There is not much point in a high level language if you have to keep looking at the ASM listings because you don't trust it.
Firstly you should always look at the release output - the simple fix to bloated debug code is to release- release code.
One reason for debug output being bloaty is that a debugger needs to be able to work back to the line that originated the asm section, this not only means many optimisations are not on the cards, but also things like inline functions may have a different effect.
So the fact that the article spends most of it's time picking apart the of debug is a bit bogus.
Mutiple calls to NSUserDefaults is just bad software engineering. Readibilty is improved by refactoring the code to use one instance.
Thanks for pointing out the potential cost of the dispatch though, it's good to know.
In companies that I have worked in. Patterns of code which produced code bloat were documented as things to avoid as part of the coding standard, and applied during peer review.
your arguments are not very robust. I think the bigger message you are trying to send is "pay more attention to what you are doing." Your main point of avoiding code bloat is sort of a side-note. Why? Very simply because most of the code your process will be executing WILL NOT BE YOUR OWN! Between the objC runtime and Cocoa frameworks, there is enough code bloat for everyone. Nit-picking a high level language's output in assembly does little to make your point, as you detailed yourself. That's compiler territory, and it is no secret that gcc doesn't offer up the tightest code.
Finally, an extra 100 bytes here or there or everywhere will make a small change in the overall memory footprint of your program when you're looking at it from the standpoint of total number of pages required.
I think the focus of the article should be more on pointing out obvious things not to do in objC code (and perhaps some reasons why), but shying away from the "this costs an extra 80 bytes!!" argument.
" The effect is that if you send a message to a nil object using a selector that's expected to return a boolean, int, float, etc, you'll effectively get NO, 0, 0.0 (respectively) back *because* the appropriate value is already in r3. The effect is the same with the Intel implementation. 'Self' is passed in the EAX register, and EAX is used for the return value. This is -- I believe -- the reason why GCC ensures that Self is the last value that's placed in EAX immediately before the dispatcher call."
Aha. I didn't think about that. Honestly, I try to avoid depending on this activity, to a degree. No, I don't check before [fooObject release]; but I'd avoid {if ([fooString length]) }, using {if ((fooString != nil) && ([fooString length] != 0)) }. The latter, while chattier, is actually faster, safer, etc.
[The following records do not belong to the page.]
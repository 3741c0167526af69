/**
 * A copy of `value` in which the place `path` ("geometry.spans.0.length") holds `next`; everything beside the path is
 * the same object as before, so that unchanged parts need no new rendering.
 */
export function writeAtPath<T>(value: T, path: string, next: unknown): T {
  return write(value, path.split('.'), next) as T;
}

function write(value: unknown, keys: string[], next: unknown): unknown {
  const [key, ...rest] = keys;
  if (key === undefined) return next;
  if (Array.isArray(value)) {
    const copy = [...value];
    copy[Number(key)] = write(value[Number(key)], rest, next);
    return copy;
  }
  if (typeof value === 'object' && value !== null) {
    return { ...value, [key]: write((value as Record<string, unknown>)[key], rest, next) };
  }
  throw new Error(`nothing to write at ${keys.join('.')}`);
}
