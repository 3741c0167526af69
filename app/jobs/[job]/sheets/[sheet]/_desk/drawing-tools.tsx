'use client';

import { type Overlay, overlays } from './writing';

export type Shown = Overlay | 'structure';

export const shownNames: Record<Shown, string> = {
  structure: 'Structure',
  N: 'Axial force',
  V: 'Shear',
  M: 'Moments',
  deflected: 'Deflected shape',
};

interface Props {
  shown: Shown;
  /** Diagrams can be shown once the sheet is solved. */
  solved: boolean;
  onShow: (shown: Shown) => void;
  zoom: number;
  onZoom: (zoom: number) => void;
}

/** Under the drawing: what is drawn over the structure, and how large it is. */
export function DrawingTools({ shown, solved, onShow, zoom, onZoom }: Props) {
  return (
    <div className="drawtools">
      <fieldset>
        <legend className="sr-only">Shown on the drawing</legend>
        {(['structure', ...overlays] as const).map((which) => (
          <button
            key={which}
            type="button"
            aria-pressed={shown === which}
            disabled={which !== 'structure' && !solved}
            onClick={() => onShow(which)}
          >
            {shownNames[which]}
          </button>
        ))}
      </fieldset>
      <span className="zoom">
        <button type="button" aria-label="Smaller" disabled={zoom <= 1} onClick={() => onZoom(zoom - 0.5)}>
          −
        </button>
        <button type="button" aria-label="Larger" disabled={zoom >= 4} onClick={() => onZoom(zoom + 0.5)}>
          +
        </button>
        <button type="button" onClick={() => onZoom(1)}>
          Fit
        </button>
      </span>
    </div>
  );
}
True, it uses a couple more bytes. But the checks against 0, if I'm not mistaken simplify out to the same assembly. And a nil will reduce another function call of send_msg. More importantly, here's where you're fighting resistance.
This bit about handling nil sounded familiar. Indeed, it's a really nasty design tradeoff. You don't always get 0 back from a nil call.
http://ridiculousfish.com/blog/archives/2005/05/29/nil/
r3 is 0, true, but r4 (The lower half of a long long return value) is the selector, and fpr1 is the first floating argument in, and the floating result out. And none of the registers have been changed. In other words, for PPCs
- (UInt32) [nil fooInt]; returns 0.
- (UInt64) [nil fooLongLong]; returns (long long)(@selector(fooLongLong)) on 32 bit systems, but 0 on 64-bit systems.
- (float) [nil fooFloat: (float) barArg]; returns barArg.
- (float) [nil fooFloat]; is undefined.
There needs to be a happy medium between tight code and flexible code. And there is a lot of bloated code out there, regardless of language. But if you over-optimize, bad things happen. This isn't to diminish your message. Honestly, I enjoy your articles, despite playing the devil's advocate so often.